**Instructions to follow**: How many lines in the data below contain the string "text"? Answer with the number only.

Collected data
○ ○ ○ ○ ○ ○ ○
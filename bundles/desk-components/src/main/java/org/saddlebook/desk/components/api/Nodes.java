package org.saddlebook.desk.components.api;

import java.util.List;
import java.util.Optional;
import java.util.OptionalDouble;
import org.saddlebook.api.findings.Node;

/** Reads members of findings; what is absent or of another kind is empty, never an error. */
public final class Nodes {
    private Nodes() {}

    /** The member at this path of group keys. */
    public static Optional<Node> at(Node node, String... path) {
        Node here = node;
        for (String key : path) {
            if (!(here instanceof Node.Group group) || group.members().get(key) == null) {
                return Optional.empty();
            }
            here = group.members().get(key);
        }
        return Optional.of(here);
    }

    /** The text at this path; empty when there is none. */
    public static String text(Node node, String... path) {
        return at(node, path).orElse(null) instanceof Node.Text text ? text.value() : "";
    }

    /** The quantity at this path. */
    public static Optional<Node.Quantity> quantity(Node node, String... path) {
        return at(node, path).orElse(null) instanceof Node.Quantity quantity ? Optional.of(quantity) : Optional.empty();
    }

    /** The plain number at this path, or the value of the quantity there. */
    public static OptionalDouble number(Node node, String... path) {
        Node found = at(node, path).orElse(null);
        if (found instanceof Node.Scalar scalar) {
            return OptionalDouble.of(scalar.value());
        }
        return found instanceof Node.Quantity quantity ? quantity.value() : OptionalDouble.empty();
    }

    /** Whether there is a true flag at this path. */
    public static boolean flag(Node node, String... path) {
        return at(node, path).orElse(null) instanceof Node.Flag flag && flag.value();
    }

    /** The items at this path; empty when there is no list. */
    public static List<Node> items(Node node, String... path) {
        return at(node, path).orElse(null) instanceof Node.Items items ? items.items() : List.of();
    }

    /** The table at this path. */
    public static Optional<Node.Table> table(Node node, String... path) {
        return at(node, path).orElse(null) instanceof Node.Table table ? Optional.of(table) : Optional.empty();
    }

    /** The figure with this id among the items {@code figures} of a section's body. */
    public static Optional<Node.Figure> figure(Node body, String id) {
        for (Node item : items(body, "figures")) {
            if (item instanceof Node.Figure figure && figure.id().equals(id)) {
                return Optional.of(figure);
            }
        }
        return Optional.empty();
    }
}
○ ○ ○ ○ ○ ○ ○
**Expected answer**: 3